Start with the first line of the records below. Output each line exactly, ending with the one that contains "# type: ignore[import-untyped]".

(Records from a collection)

========

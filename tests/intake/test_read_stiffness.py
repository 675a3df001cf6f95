"""Stretches of bending stiffness, as calc.toml states them."""

from __future__ import annotations

from fractions import Fraction

import pytest
import scipy.constants  # type: ignore[import-untyped]
from intake_samples import SHORT, SPRUNG, changed, faults

from calcpack.intake import read
from calcpack.model.beam import Stretch, Typed


def stated(entries: str, units: str = "SI") -> str:
    return changed(
        SHORT, ("length =", f"stiffness = [{entries}]\nlength ="), ('"SI"', f'"{units}"')
    )


def test_stretches_in_order_with_exact_stiffness() -> None:
    first, second, third = read(SPRUNG.encode()).beam.stiffness
    assert first == Stretch(
        Fraction(0), Fraction(50), Fraction(2500000), Typed("beam.stiffness[0].from"),
        "beam.stiffness[0]",
    )  # fmt: skip
    assert [second.start, second.end] == [50, 70]
    assert second.path == "beam.stiffness[1]"
    assert second.EI * 144 == 29000 * 13500  # ksi in4 to kip ft2
    assert third.source == Typed("beam.stiffness[2].from")
    pounds_a_square_inch = 200e9 / scipy.constants.psi
    assert float(third.EI) == pytest.approx(pounds_a_square_inch / 1000 * 14000.5 / 144, rel=1e-12)


def test_stiffness_in_si_units() -> None:
    text = stated(
        '{ from = 0, to = 5, E = 210000, I = 3.4e8 }, { from = "500 cm", to = 12, EI = 7 }'
    )
    beam = read(text.encode()).beam
    assert [one.EI for one in beam.stiffness] == [Fraction(71400), Fraction(7)]  # MPa mm4 to kN m2
    assert [station.at for station in beam.stations] == [0, 5, 12]
    assert beam.station(Fraction(5)).source == Typed("beam.stiffness[1].from")


def test_inputs_hold_what_was_typed_of_each_stretch() -> None:
    inputs = read(SPRUNG.encode()).inputs
    found = {path: value for path, value in inputs.items() if path.startswith("beam.stiffness")}
    third = Fraction("200e9") * Fraction("0.0254") ** 2 / Fraction("4448.2216152605")
    assert found == {
        "beam.stiffness[0].from": 0,
        "beam.stiffness[0].to": 50,
        "beam.stiffness[0].EI": 2500000,
        "beam.stiffness[1].from": 50,
        "beam.stiffness[1].to": 70,
        "beam.stiffness[1].E": 29000,
        "beam.stiffness[1].I": 13500,
        "beam.stiffness[2].from": 70,
        "beam.stiffness[2].to": 120,
        "beam.stiffness[2].E": third,
        "beam.stiffness[2].I": Fraction("14000.5"),
    }


def test_without_stiffness_there_are_no_stretches() -> None:
    assert read(SHORT.encode()).beam.stiffness == ()
    assert read(stated("").encode()).beam.stiffness == ()


ONE = "{ from = 0, to = 12, EI = 5 }"


@pytest.mark.parametrize(
    ("entries", "lines"),
    [
        # each value
        ("{ from = 0, to = 12, EI = 0 }", ["[0].EI: 0 kN·m², must be above 0 kN·m²"]),
        ("{ from = 0, to = 12, EI = -5.0 }", ["[0].EI: -5.0 kN·m², must be above 0 kN·m²"]),
        ("{ from = 0, to = 12, E = 0, I = 5 }", ["[0].E: 0 MPa, must be above 0 MPa"]),
        ("{ from = 0, to = 12, E = 5, I = -1 }", ["[0].I: -1 mm⁴, must be above 0 mm⁴"]),
        ('{ from = 0, to = 12, EI = "5 kN" }', ["[0].EI: 5 kN, must be an EI such as 2.5 kN·m²"]),
        ('{ from = 0, to = 12, EI = "much" }', ["[0].EI: much, must be an EI such as 2.5 kN·m²"]),
        ("{ from = 0, to = 12, EI = inf }", ["[0].EI: inf kN·m², must be a finite number"]),
        ('{ from = "B", to = 12, EI = 5 }', ["[0].from: B, must be a length such as 2.5 m"]),
        ("{ from = 0, to = 12, EI = 5, tabel = 1 }", [
            "[0].tabel: 1, is not a known key; nearest is 'table'",
        ]),
        ("7", ["[0]: 7, must be a table"]),
        # what belongs together
        ("{ from = 0, to = 12 }", ["[0].EI: absent, must be given, or E and I"]),
        ("{ from = 0, to = 12, E = 5 }", ["[0].I: absent, must be given beside E"]),
        ("{ from = 0, to = 12, I = 5 }", ["[0].E: absent, must be given beside I"]),
        ("{ from = 0, to = 12, E = 5, EI = 5 }", ["[0].E: 5 MPa, must be left out beside EI"]),
        ("{ from = 0, to = 12, EI = 5, E = 5, I = 5 }", [
            "[0].E: 5 MPa, must be left out beside EI", "[0].I: 5 mm⁴, must be left out beside EI",
        ]),
        ("{ to = 12, EI = 5 }", ["[0].from: absent, must be given"]),
        ("{ from = 0, EI = 5 }", ["[0].to: absent, must be given"]),
        ('{ from = 0, to = 12, EI = 5, column = "x" }', [
            "[0].column: x, must be left out without table",
        ]),
        # gaps and overlaps
        ("{ from = 1.5, to = 12, EI = 5 }", [
            "[0].from: 1.5 m, must be 0 m, where the beam starts",
        ]),
        ("{ from = 0, to = 11, EI = 5 }", ["[0].to: 11 m, must be 12 m, where the beam ends"]),
        ("{ from = 0, to = 12.5, EI = 5 }", ["[0].to: 12.5 m, must be 12 m, where the beam ends"]),
        ("{ from = 0, to = 6, EI = 5 }, { from = 7, to = 12, EI = 5 }", [
            "[1].from: 7 m, must be 6 m, where beam.stiffness[0] ends",
        ]),
        ("{ from = 0, to = 6, EI = 5 }, { from = 5, to = 12, EI = 5 }", [
            "[1].from: 5 m, must be 6 m, where beam.stiffness[0] ends",
        ]),
        ("{ from = 6, to = 12, EI = 5 }, { from = 0, to = 6, EI = 5 }", [
            "[0].from: 6 m, must be 0 m, where the beam starts",
            "[1].from: 0 m, must be 12 m, where beam.stiffness[0] ends",
            "[1].to: 6 m, must be 12 m, where the beam ends",
        ]),
        ("{ from = 0, to = 0, EI = 5 }, { from = 0, to = 12, EI = 5 }", [
            "[0].to: 0 m, must be above 0 m, where the stretch starts",
        ]),
        ("{ from = 0, to = 6, EI = 5 }, { from = 6, to = 5, EI = 5 }", [
            "[1].to: 5 m, must be above 6 m, where the stretch starts",
        ]),
        ('{ from = 0, to = "10 ft", EI = 5 }, { from = 3, to = 12, EI = 5 }', [
            "[1].from: 3 m, must be 3.048 m, where beam.stiffness[0] ends",
        ]),
        ("{ from = 0, to = 20, EI = 5 }, { from = 20, to = 12, EI = 5 }", [
            "[0].to: 20 m, must lie on the beam, 0 m to 12 m",
            "[1].to: 12 m, must be above 20 m, where the stretch starts",
        ]),
        # an end that is not known is compared with nothing
        ("{ from = 0, to = true, EI = 5 }, { from = 7, to = 12, EI = 5 }", [
            "[0].to: true, must be a length such as 2.5 m",
        ]),
    ],
)  # fmt: skip
def test_refused_stretches(entries: str, lines: list[str]) -> None:
    assert faults(stated(entries)) == [f"beam.stiffness{line}" for line in lines]


def test_stiffness_in_us_units_is_refused_in_them() -> None:
    assert faults(stated("{ from = 0, to = 12, EI = -1 }", "US")) == [
        "beam.stiffness[0].EI: -1 kip·ft², must be above 0 kip·ft²"
    ]
    assert faults(stated("{ from = 0, to = 11, E = 0, I = 0 }", "US")) == [
        "beam.stiffness[0].to: 11 ft, must be 12 ft, where the beam ends",
        "beam.stiffness[0].E: 0 ksi, must be above 0 ksi",
        "beam.stiffness[0].I: 0 in⁴, must be above 0 in⁴",
    ]


def test_faults_beside_the_beam_are_found_too() -> None:
    text = stated("{ from = 0, to = 12, EI = 0 }") + '[[effects]]\nkind = "reaction"\nat = 3\n'
    assert faults(text) == [
        "beam.stiffness[0].EI: 0 kN·m², must be above 0 kN·m²",
        "effects[0].at: 3 m, must be a support that holds vertically, for a reaction",
    ]


def test_while_the_length_is_not_known_nothing_is_said_of_the_end() -> None:
    assert faults(changed(stated(ONE), ("length = 12.0", "length = -1"))) == [
        "beam.length: -1 m, must be above 0 m"
    ]
    without_units = changed(stated("{ from = 0, to = 12, E = 5, I = 5 }"), ('"SI"', '"si"'))
    assert faults(without_units) == ['units: si, must be "US" or "SI"']


def test_spans_and_overhangs_are_covered_too() -> None:
    text = changed(
        stated("{ from = 0, to = 8, EI = 5 }"),
        ("length = 12.0", "spans = [6.5]\noverhang_right = 1.5"),
        ("at = 0.0, ", ""), ("at = 12.0, ", ""),
    )  # fmt: skip
    assert faults(text) == []
    assert faults(changed(text, ("to = 8", "to = 6.5"))) == [
        "beam.stiffness[0].to: 6.5 m, must be 8 m, where the beam ends"
    ]


def test_four_hundred_stretches_are_the_most() -> None:
    def steps(count: int) -> str:
        return ",".join(f"{{from={i}e-2,to={i + 1}e-2,EI=1}}" for i in range(count - 1)) + (
            f",{{from={count - 1}e-2,to=12,EI=1}}"
        )

    assert len(read(stated(steps(400)).encode()).beam.stiffness) == 400
    assert faults(stated(steps(401))) == ["beam.stiffness: 401 stretches, must be at most 400"]
    assert faults(stated(steps(1001))) == ["beam.stiffness: 1,001 items, must have at most 1,000"]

========

• [ANSWER FOR THE TASK]
filename tests/intake/test_read_stiffness.py
repository 675a3df001cf6f95
"""Stretches of bending stiffness, as calc.toml states them."""

from __future__ import annotations

from fractions import Fraction

import pytest
import scipy.constants  # type: ignore[import-untyped]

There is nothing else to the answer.